Dear All, I am trying to run a function (growth over year) on each row of data.frame / data.table / tbl, since it is huge (1.5 million row). My main problem that it takes long time.
I am wondering if some one can help me in this issue, via using mutate in tidyverse, or by_row in purrrlyr, or any function in data.table.
#' ---
#' output:
#' md_document:
#' variant: markdown_github
#' ---
#+ reprex-setup, include = FALSE
knitr::opts_chunk$set(collapse = TRUE, comment = "#>", error = TRUE)
knitr::opts_knit$set(upload.fun = knitr::imgur_upload)
knitr::opts_chunk$set(tidy = TRUE, tidy.opts = list(indent = 2))
#+ reprex-body
library(tidyverse)
library(purrrlyr)
library(reprex)
library(data.table)
growth.ls <- function(values, n = seq_along(values)){
# values <- as.numeric(values)
if (anyNA(values)) return(NA_real_)
if (any(!is.finite(values))) return(NA_real_)
if (any(values <= 0)) return(NA_real_)
# ln of y values then calculate regression line
z <- lm(log(values, base = exp(1))~(n))
# Exp of slope -1
(exp(z$coefficients[[2]]) - 1) * 100
}
set.seed(45L)
y <- data.table(x = sample(letters[1:10], 10^6, replace = TRUE),
x1 = sample(0.5:4, 10^6, replace = TRUE),
x2 = rnorm(10^6),
x3 = rnorm(10^6)
)
y %>% by_row(.collate = "rows", ..f = function(this_row){
this_row[2:4] %>% unlist %>% growth.ls})
Can you provide a smaller example showing the desired output?
x <- data.table(y = letters[1:4], x1990 = c(1,1,1,2), x1991 = c(2,1,1,1), x1992 = c(3,3,3,0.5), x1993 = c(5,2,2,4), x1994 = c(7,3, 5, NA_real_), x1995 = c(9, 8, 10,1))
if applied growth.ls to year columns (x1990: x1995)
apply(x[, paste0("x", 1990:1995), with = FALSE], 1, growth.ls)
# [1] 56.88514 53.77536 58.00203 NA
what if x has 1.5 million rows? what is the best way to calculate a new column "growth" rather than using apply.

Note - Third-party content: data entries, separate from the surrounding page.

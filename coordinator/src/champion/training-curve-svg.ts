import type { EpochRecord } from '@netbreeder/shared-types';
import { axesSvg, niceTicks, scale, type Axis } from './svg-axes.js';

const W = 540;
const H = 230;

/**
 * The final training's curve as a small SVG line chart: the training loss per epoch on the left
 * axis and, for a classifier, the training accuracy on the right one (a regression run's fitness
 * is no accuracy, so it draws the loss alone); tick values and titles on every axis. Pure.
 */
export function trainingCurveSvg(history: readonly EpochRecord[], withAccuracy: boolean): string {
  if (history.length === 0) return '<p>No epochs recorded.</p>';
  const frame = { left: 58, top: 12, right: W - (withAccuracy ? 66 : 16), bottom: H - 44 };
  const epochs = history.length;
  const x: Axis = { lo: 1, hi: Math.max(2, epochs), title: 'epoch', ticks: niceTicks(1, epochs, Math.min(5, epochs - 1)).filter(Number.isInteger) };
  const loss: Axis = { lo: 0, hi: Math.max(...history.map((e) => e.trainLoss), 1e-9), title: 'training loss', className: 'loss-label' };
  const accuracy: Axis = { lo: 0, hi: 1, title: 'training accuracy', ticks: [0, 0.25, 0.5, 0.75, 1], format: (v) => `${Math.round(v * 100)}%`, className: 'acc-label' };
  const fx = scale(x, frame.left, frame.right);
  const line = (axis: Axis, of: (e: EpochRecord) => number) => {
    const fy = scale(axis, frame.bottom, frame.top);
    return history.map((e, i) => `${i ? 'L' : 'M'}${fx(i + 1).toFixed(1)},${fy(of(e)).toFixed(1)}`).join(' ');
  };
  return `<svg xmlns="http://www.w3.org/2000/svg" width="${W}" height="${H}" role="img" aria-label="training curve">
${axesSvg(frame, x, loss, withAccuracy ? accuracy : undefined)}
<path d="${line(loss, (e) => e.trainLoss)}" class="loss"/>${withAccuracy ? `<path d="${line(accuracy, (e) => e.trainAccuracy)}" class="acc"/>` : ''}
</svg>`;
}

I do not mind use any package since it is helping me delivered my work.
Thanks in advance
One thing I can suggest is to take a look at the "R for Data Science" book, specifically at the chapter "Many Models". I think, it more or less doing what you want to do.
However, one general note is that when you do anything 1.5 million times it is quite obviously going to take a long time. What you can do to speed it up a little (depending on number of cores you have) is to use any of the parallel packages available in R, e.g., future, mclapply etc.

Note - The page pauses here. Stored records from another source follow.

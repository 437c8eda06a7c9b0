import { rmseFromFitness } from '@netbreeder/shared-types';
import type { ChampionSummaryDocument } from './champion-files.js';
import { fourDigits } from './regression-scores.js';
import { describeFinalStart } from './inheritance-summary.js';

/**
 * The report's sections on how the champion was chosen, how it was found (from the decision log)
 * and the ensemble, as Markdown lines; the HTML report renders the same lines.
 */
const pct = (v: number | null | undefined) => (v == null ? 'n/a' : `${(v * 100).toFixed(2)}%`);
/** A validation or test score as the report shows it: an accuracy, or for a regression run the RMSE in the target's units its fitness stands for. */
const score = (c: ChampionSummaryDocument, v: number | null | undefined) => (v == null ? 'n/a' : c.target ? `RMSE ${fourDigits(rmseFromFitness(v) * c.target.std)}` : pct(v));

/** The final trainings of the champion's round that competed to be champion (runs from before issue 20 trained several and kept the best on test). */
const contenders = (c: ChampionSummaryDocument) => c.candidates.filter((k) => k.champion !== false);

export function choiceParagraph(c: ChampionSummaryDocument): string {
  const length = c.finalTraining.length ? ` for ${c.finalTraining.length.detail}` : '';
  const check = c.heldBackCheck;
  const data = check ? `train + validation (less ${check.heldBack} validation samples held back)` : 'train + validation';
  const final = ` It was then trained again on ${data}${length}${describeFinalStart(c.finalTraining.start)} and scored once on the held-out test split, after every choice was made.${check ? heldBackSentence(c, check) : ''}`;
  if (contenders(c).length > 1) {
    // A run recorded before the choice moved to validation: say what that run did.
    return `${c.choice.sentence} This run predates the validation-only choice: ${contenders(c).length} genomes were trained again and the best on the held-out test split was kept, so its test score is slightly optimistic.`;
  }
  if (c.choice.by === 'pick') return `${c.choice.sentence}${final}`;
  const k = c.considered.length;
  const among = k > 1 ? ` It leads the ${k} best distinct genomes by validation evidence (below).` : '';
  return `${c.choice.sentence}${among} The choice read validation scores only: each genome's results at its largest training budget, their mean validation ${c.target ? 'RMSE' : 'accuracy'}, then fewer parameters.${final}`;
}

/** The held-back check in words: the search's champion against the reference network after equal final trainings. */
function heldBackSentence(c: ChampionSummaryDocument, check: NonNullable<ChampionSummaryDocument['heldBackCheck']>): string {
  const outcome = check.exported === 'reference' ? 'so the reference network is exported as the champion' : "so the search's choice stands";
  return ` The reference network got the same final training, and on the ${check.heldBack} held-back samples, which neither trained on, the search's choice scored ${score(c, check.champion.valAccuracy)} on them, the reference network ${score(c, check.reference.valAccuracy)}: ${outcome}.`;
}

export function choiceTable(c: ChampionSummaryDocument): string[] {
  if (contenders(c).length > 1 || !c.considered.length) {
    return [
      '| genome | validation (search) | test |',
      '|---|---|---|',
      ...contenders(c).map((k) => `| ${k.genomeHash === c.genomeHash ? '**champion** ' : ''}\`${k.genomeHash.slice(0, 12)}\` ${k.summary} | ${score(c, k.valAccuracy)} | ${score(c, k.testAccuracy)} |`),
    ];
  }
  return [
    '| genome | validation (mean of results at its largest budget) | results | budget | parameters |',
    '|---|---|---|---|---|',
    ...c.considered.map(
      (k) => `| ${k.genomeHash === c.genomeHash ? '**champion** ' : ''}\`${k.genomeHash.slice(0, 12)}\` ${k.summary} | ${score(c, k.valAccuracy)} | ${k.results} | ${k.budgetEpochs} epochs | ${k.params.toLocaleString('en-US')} |`,
    ),
  ];
}

/** The champion beside the run's reference network on the test split, with the plain comparison line. */
export function referenceLines(c: ChampionSummaryDocument): string[] {
  const r = c.reference;
  const lines = ['## Against the reference network', '', `${r.line.charAt(0).toUpperCase()}${r.line.slice(1)}.`, ''];
  if (r.state !== 'scored') return lines;
  return [
    ...lines,
    'The reference network is the one a careful practitioner writes by hand for this kind of data (see docs/reference-networks.md); it was trained in the search like any genome, then again exactly as the champion (train + validation, length from its own learning curve, the seed of its search result) and scored once on the held-out test split.',
    '',
    ...(c.target
      ? ['| | held-out test RMSE |', '|---|---|', `| champion | ${r.championTestRmse == null ? 'n/a' : fourDigits(r.championTestRmse)} |`, `| reference network \`${r.referenceGenomeHash!.slice(0, 12)}\` | ${r.referenceTestRmse == null ? 'n/a' : fourDigits(r.referenceTestRmse)} |`]
      : ['| | held-out test accuracy |', '|---|---|', `| champion | ${pct(r.championTestAccuracy)} |`, `| reference network \`${r.referenceGenomeHash!.slice(0, 12)}\` | ${pct(r.referenceTestAccuracy)} |`]),
    '',
  ];
}

/** "How it was found": each genome of the line with the recorded decisions that made it; the plain mutation list for runs without a decision log. */
export function foundLines(c: ChampionSummaryDocument): string[] {
  if (c.howFound.some((g) => g.lines.length)) {
    return c.howFound.flatMap((g, i) => [
      `${i + 1}. \`${g.genomeHash.slice(0, 12)}\`${g.genomeHash === c.genomeHash ? ' (the champion)' : ''}${g.evaluationId ? `, evaluation ${g.evaluationId}` : ''}: ${g.lines.join(' ') || 'no recorded decision.'}`,
    ]);
  }
  if (!c.lineage.length) return ['It is an initial member of the population (no mutation led to it).'];
  return [`${c.lineage.length} mutation(s) from an initial member:`, '', ...c.lineage.map((l, i) => `${i + 1}. \`${l.parentHash.slice(0, 12)}\` → \`${l.childHash.slice(0, 12)}\`: ${l.operator} (${l.detail})`)];
}

/** The ensemble's test score beside the champion's, and its members; empty when the run has none. */
export function ensembleLines(c: ChampionSummaryDocument): string[] {
  const e = c.ensemble;
  if (!e) return [];
  return [
    '## Averaging ensemble',
    '',
    `${e.members.length} genomes chosen for ${c.target ? 'low validation error' : 'accuracy'} and for differing from each other (the best first, then each time the best validation ${c.target ? 'fitness' : 'accuracy'} minus a penalty for architecture similarity to a member already chosen), each trained again like a champion candidate; their ${c.target ? 'predicted numbers' : 'softmax outputs'} are averaged (files in \`ensemble/\`, with \`ensemble.json\` saying how).`,
    '',
    `| | held-out test ${c.target ? 'RMSE' : 'accuracy'} |`,
    '|---|---|',
    `| ensemble of ${e.members.length} | ${score(c, e.testAccuracy)} |`,
    `| single champion | ${score(c, e.championTestAccuracy)} |`,
    '',
    '| member | genome | similarity to earlier members | test alone |',
    '|---|---|---|---|',
    ...e.members.map((m) => `| ${m.position + 1} | \`${m.genomeHash.slice(0, 12)}\` ${m.summary} | ${m.similarity == null ? 'n/a' : m.similarity.toFixed(2)} | ${score(c, m.testAccuracy)} |`),
    '',
  ];
}

const esc = (s: string) => s.replace(/[&<>"]/g, (ch) => ({ '&': '&amp;', '<': '&lt;', '>': '&gt;', '"': '&quot;' })[ch]!);

/** Renders the few Markdown forms these sections use (paragraphs, numbered items, tables, `code`, **bold**, ## headings) as HTML. */
export function sectionHtml(lines: string[]): string {
  const inline = (s: string) => esc(s).replace(/`([^`]+)`/g, '<code>$1</code>').replace(/\*\*([^*]+)\*\*/g, '<b>$1</b>');
  const out: string[] = [];
  let list = false;
  let table = false;
  for (const line of lines) {
    const item = /^\d+\. (.*)$/.exec(line);
    if (list && !item) (out.push('</ol>'), (list = false));
    if (table && !line.startsWith('|')) (out.push('</table>'), (table = false));
    if (item) {
      if (!list) (out.push('<ol>'), (list = true));
      out.push(`<li>${inline(item[1]!)}</li>`);
    } else if (line.startsWith('|')) {
      if (/^\|[-| ]+\|$/.test(line)) continue;
      const cells = line.slice(1, -1).split(' | ').map((x) => inline(x.trim()));
      out.push(`${table ? '' : '<table>'}<tr>${cells.map((x) => (table ? `<td>${x}</td>` : `<th>${x}</th>`)).join('')}</tr>`);
      table = true;
    } else if (line.startsWith('## ')) out.push(`<h2>${inline(line.slice(3))}</h2>`);
    else if (line.trim()) out.push(`<p>${inline(line)}</p>`);
  }
  if (list) out.push('</ol>');
  if (table) out.push('</table>');
  return out.join('\n');
}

Finally, you can try using some big data solutions, such as Spark or h2o, but then, of course, you need to do find a way to translate what you doing into appropriate code. On a similar note, you can try to reformulate your problem to build 1 huge model instead of 1.5 million small ones. With Spark and h2o this approach is likely to be more efficient, since they will do lots of optimizations for you.
2 Likes
Is it possible to provide any example so i could follow.
Package ‘multicore’ was removed from the CRAN repository.
Formerly available versions can be obtained from the archive.
Consider using package ‘parallel’ instead.
However, when I install packages via Rstudio (Windows), there are a lot of parallelDist, ParallelForest, etc. and parallel package is not included.
I followed this post to use future package with purrr.